Speaking at the May Day Rally yesterday (1 May), the newly appointed Deputy Prime Minister Heng Swee Keat pledged that the 4th Gen leaders of his party, the People’s Action Party, will continue to work with National Trade Union Congress (NTUC) to renew Singapore and create a brighter future for its citizens.
“Today is the first time I’m speaking to you as leader of the next generation of PAP leaders,” he told the audience.
Making reference to a landmark seminar in 1969, at which founding PM Lee Kuan Yew underscored the necessity of trade unions, Heng said, “I renew the pledge that Mr Lee made at your Modernisation Seminar 50 years ago, and that every prime minister has since renewed.”
“I assure you, the close working relationship between the PAP and the NTUC, which underpins our unique and precious brand of tripartism, will continue into the 4G and beyond,” he added.
He also outlined three strategies for the labour movement to move forward: work to transform the economy, prepare workers for jobs of the future through lifelong learning, and ensure economic growth remains inclusive.
NTUC backs the PAP because PAP has kept faith with NTUC, while PAP backs NTUC because it has remained pro-worker, he said.
“The labour movement can be assured that the PAP will never abandon the working man and woman,” he added.
It’s strange Heng told the audience that PAP backs NTUC when in actual fact PAP runs and manages NTUC. This is because the Secretary-General of NTUC is none other than Ng Chee Meng, a former SAF general as well as senior member of PAP CEC and Cabinet Minister of the PAP government. NTUC does not run independently from PAP.
Meanwhile, in a Facebook post, PM Lee said, “Today, we must again act boldly to champion transformation efforts that benefit workers through better wages, better work prospects and better welfare. Our future will continue to revolve around our workers and their families.”
Not all Singaporean workers are well
However, anecdotal evidence from the ground shows that all is not well for some Singaporean workers. They are not getting better wages, better work prospects nor better welfare.
One of those affected is James Lim, a former PMET who was forced to drive a cab. He wrote on his blog, “With a family to support, becoming jobless at late fifties is a nightmare in Singapore. Unable to find a suitable job, I became a taxi driver. My real life stories may seem trivial and my views may lack substances of a learned professor, but I shall write without inhibition and embellishments. In also sharing my thoughts, love for music and food, I hope my blog will be more pleasurable. More importantly, I blog to make a dull job a bit more interesting.”

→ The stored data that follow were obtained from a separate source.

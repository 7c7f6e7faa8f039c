"""Finding shards and reading them as streams of :class:`~corpuscle.io.batch.Batch` with bounded memory.

Readers are context managers that yield batches; they never raise for bad data.  What they cannot read becomes a
:class:`Problem` attached to the batch it was met in (a bad JSON line, a cut-off last line, invalid UTF-8, a value
of the wrong type, a row group or a whole file that cannot be read), so the rules that own those findings see it
and the rest of the shard is still scanned.
"""
from __future__ import annotations

import dataclasses
import glob
import os
import re
import stat
import struct
import time
import zlib
from dataclasses import dataclass
from typing import Iterator

import numpy as np
import orjson
import pyarrow as pa
import pyarrow.compute as pc
import pyarrow.fs as pafs
import pyarrow.parquet as pq
import pyarrow.types as pat
from corpuscle.io.batch import Batch, Shard
from corpuscle.settings import glob_set_end

#: Lines per sampling unit of a JSON Lines shard (see :mod:`corpuscle.engine.sampling`).
LINE_BLOCK = 1024

#: File endings we read, and the format/compression each one means.
SUFFIXES = {
    ".jsonl": ("jsonl", None),
    ".jsonl.gz": ("jsonl", "gzip"),
    ".jsonl.zst": ("jsonl", "zstd"),
    ".parquet": ("parquet", None),
    ".arrow": ("arrow", None),
}
EXPECTED = ", ".join(SUFFIXES)

#: Default read size: tokens per batch for tokenized shards, bytes per batch for JSON Lines.
DEFAULT_BATCH_TOKENS = 2_000_000
DEFAULT_BATCH_BYTES = 16 << 20


class NoShardsFound(Exception):
    """No readable shard under the given paths (a usage error: exit status 2)."""


@dataclass(frozen=True)
class Problem:
    """Something a reader could not read as it should.

    ``kind`` is one of: ``bad-json`` (a line that is not JSON), ``not-object`` (a JSON value that is not an object),
    ``cut-off`` (the last line ends without a newline and does not parse), ``invalid-utf8`` (bytes replaced while
    reading), ``mistyped`` (a value whose type differs from the rest of its column; read as null), ``unreadable``
    (a file or part of one that cannot be read; ``row`` is where reading stopped), ``empty`` (no records),
    ``oversized`` (a record beyond a limit of :class:`Limits`: not scanned), ``too-deep`` and ``too-many-keys``
    (values of a JSON record dropped at a limit; the rest of the record is scanned).
    """

    kind: str
    row: int
    detail: str
    offset: int = -1
    column: str | None = None


@dataclass(frozen=True)
class Limits:
    """What one record may hold before it is reported (``oversized``, ``too-deep``, ``too-many-keys``) instead of
    scanned: they bound a scan's memory whatever the input (see :data:`corpuscle.settings.LIMITS`)."""

    max_record_bytes: int = 32 << 20
    max_row_tokens: int = 1 << 22
    max_keys: int = 256
    max_depth: int = 32

    @classmethod
    def of(cls, settings) -> "Limits":
        return cls(**{f.name: getattr(settings, f.name) for f in dataclasses.fields(cls)})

In one of his write-ups, Mr Lim got so frustrated with the policies of Singapore government that he advised young Singaporeans to migrate if they could.
He said, “With unabated hordes of foreigners still coming in to depress their (Singaporeans’) wages or even displace them at the workplace, reduce them to second-class citizens and a minority in their own country, how much loyalty and love can we expect from local-bred Singaporean for this country down the road?”
“If you’re a young and educated Singaporean family with valuable skill, I would encourage you to migrate to another country,” he added.